[Entries provided]
+ + + + + + +

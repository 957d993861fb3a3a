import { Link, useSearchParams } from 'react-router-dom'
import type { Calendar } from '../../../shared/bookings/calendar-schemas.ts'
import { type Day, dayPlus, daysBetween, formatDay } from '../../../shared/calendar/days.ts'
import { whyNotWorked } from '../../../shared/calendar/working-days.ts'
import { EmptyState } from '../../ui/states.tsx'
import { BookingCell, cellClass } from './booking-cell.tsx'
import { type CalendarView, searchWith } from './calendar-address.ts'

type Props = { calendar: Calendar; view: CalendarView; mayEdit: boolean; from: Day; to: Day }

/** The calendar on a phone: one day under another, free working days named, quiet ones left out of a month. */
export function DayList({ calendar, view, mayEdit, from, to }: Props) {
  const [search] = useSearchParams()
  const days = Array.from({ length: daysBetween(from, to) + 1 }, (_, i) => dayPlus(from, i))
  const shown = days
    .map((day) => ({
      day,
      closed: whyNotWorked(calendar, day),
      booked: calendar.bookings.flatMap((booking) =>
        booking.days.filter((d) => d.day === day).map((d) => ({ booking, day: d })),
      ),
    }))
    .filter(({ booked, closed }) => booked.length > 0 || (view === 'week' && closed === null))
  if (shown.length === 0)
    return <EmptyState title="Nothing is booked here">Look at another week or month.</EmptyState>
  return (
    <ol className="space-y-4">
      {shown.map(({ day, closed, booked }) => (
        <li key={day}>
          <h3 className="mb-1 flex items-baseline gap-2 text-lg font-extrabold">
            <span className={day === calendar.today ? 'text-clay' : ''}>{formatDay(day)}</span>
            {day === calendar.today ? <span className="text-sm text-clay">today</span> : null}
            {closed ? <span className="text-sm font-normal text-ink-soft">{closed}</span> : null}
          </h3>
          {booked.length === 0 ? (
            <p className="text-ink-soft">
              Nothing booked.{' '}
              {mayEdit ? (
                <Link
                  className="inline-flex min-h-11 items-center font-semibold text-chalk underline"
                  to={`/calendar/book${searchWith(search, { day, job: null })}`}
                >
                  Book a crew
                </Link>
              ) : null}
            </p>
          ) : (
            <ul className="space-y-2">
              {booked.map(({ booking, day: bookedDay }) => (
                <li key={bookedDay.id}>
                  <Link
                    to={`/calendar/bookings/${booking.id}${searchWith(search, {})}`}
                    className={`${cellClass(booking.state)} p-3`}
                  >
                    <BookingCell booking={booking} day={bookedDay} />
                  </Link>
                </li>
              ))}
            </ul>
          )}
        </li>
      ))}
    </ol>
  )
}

+ + + + + + +

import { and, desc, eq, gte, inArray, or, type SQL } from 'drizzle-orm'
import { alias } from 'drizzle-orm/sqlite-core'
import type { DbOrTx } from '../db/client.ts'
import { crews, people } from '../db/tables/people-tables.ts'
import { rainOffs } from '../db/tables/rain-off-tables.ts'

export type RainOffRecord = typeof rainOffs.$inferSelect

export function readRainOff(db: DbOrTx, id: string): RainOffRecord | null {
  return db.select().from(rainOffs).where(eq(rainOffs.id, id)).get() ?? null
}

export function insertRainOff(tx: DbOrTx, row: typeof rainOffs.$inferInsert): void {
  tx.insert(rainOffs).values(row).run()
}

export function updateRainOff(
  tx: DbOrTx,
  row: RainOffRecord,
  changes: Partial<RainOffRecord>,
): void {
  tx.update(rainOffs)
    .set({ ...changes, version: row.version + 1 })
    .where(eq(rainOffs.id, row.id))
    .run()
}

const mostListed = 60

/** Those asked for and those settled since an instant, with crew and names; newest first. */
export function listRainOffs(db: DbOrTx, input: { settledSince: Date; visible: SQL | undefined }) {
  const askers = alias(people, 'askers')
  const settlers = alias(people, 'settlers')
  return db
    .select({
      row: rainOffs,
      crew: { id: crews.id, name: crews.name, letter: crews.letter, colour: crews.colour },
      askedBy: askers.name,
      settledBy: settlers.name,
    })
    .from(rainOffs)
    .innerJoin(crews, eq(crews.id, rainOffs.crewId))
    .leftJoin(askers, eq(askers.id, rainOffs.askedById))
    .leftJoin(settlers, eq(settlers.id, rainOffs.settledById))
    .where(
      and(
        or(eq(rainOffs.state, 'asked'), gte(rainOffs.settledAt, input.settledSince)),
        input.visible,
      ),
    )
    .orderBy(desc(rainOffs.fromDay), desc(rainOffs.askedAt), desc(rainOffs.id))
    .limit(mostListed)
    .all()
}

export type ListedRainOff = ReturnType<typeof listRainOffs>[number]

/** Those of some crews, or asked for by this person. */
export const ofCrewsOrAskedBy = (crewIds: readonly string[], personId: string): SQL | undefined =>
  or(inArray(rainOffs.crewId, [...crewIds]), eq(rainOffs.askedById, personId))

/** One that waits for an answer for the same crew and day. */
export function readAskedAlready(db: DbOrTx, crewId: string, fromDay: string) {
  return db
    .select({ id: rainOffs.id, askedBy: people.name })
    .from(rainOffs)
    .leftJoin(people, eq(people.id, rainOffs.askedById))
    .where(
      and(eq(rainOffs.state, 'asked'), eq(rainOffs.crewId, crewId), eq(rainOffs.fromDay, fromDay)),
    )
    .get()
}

+ + + + + + +

Each line in the data that holds the string "length" needs to be copied.

[Written response]
  const days = Array.from({ length: daysBetween(from, to) + 1 }, (_, i) => dayPlus(from, i))
    .filter(({ booked, closed }) => booked.length > 0 || (view === 'week' && closed === null))
  if (shown.length === 0)
          {booked.length === 0 ? (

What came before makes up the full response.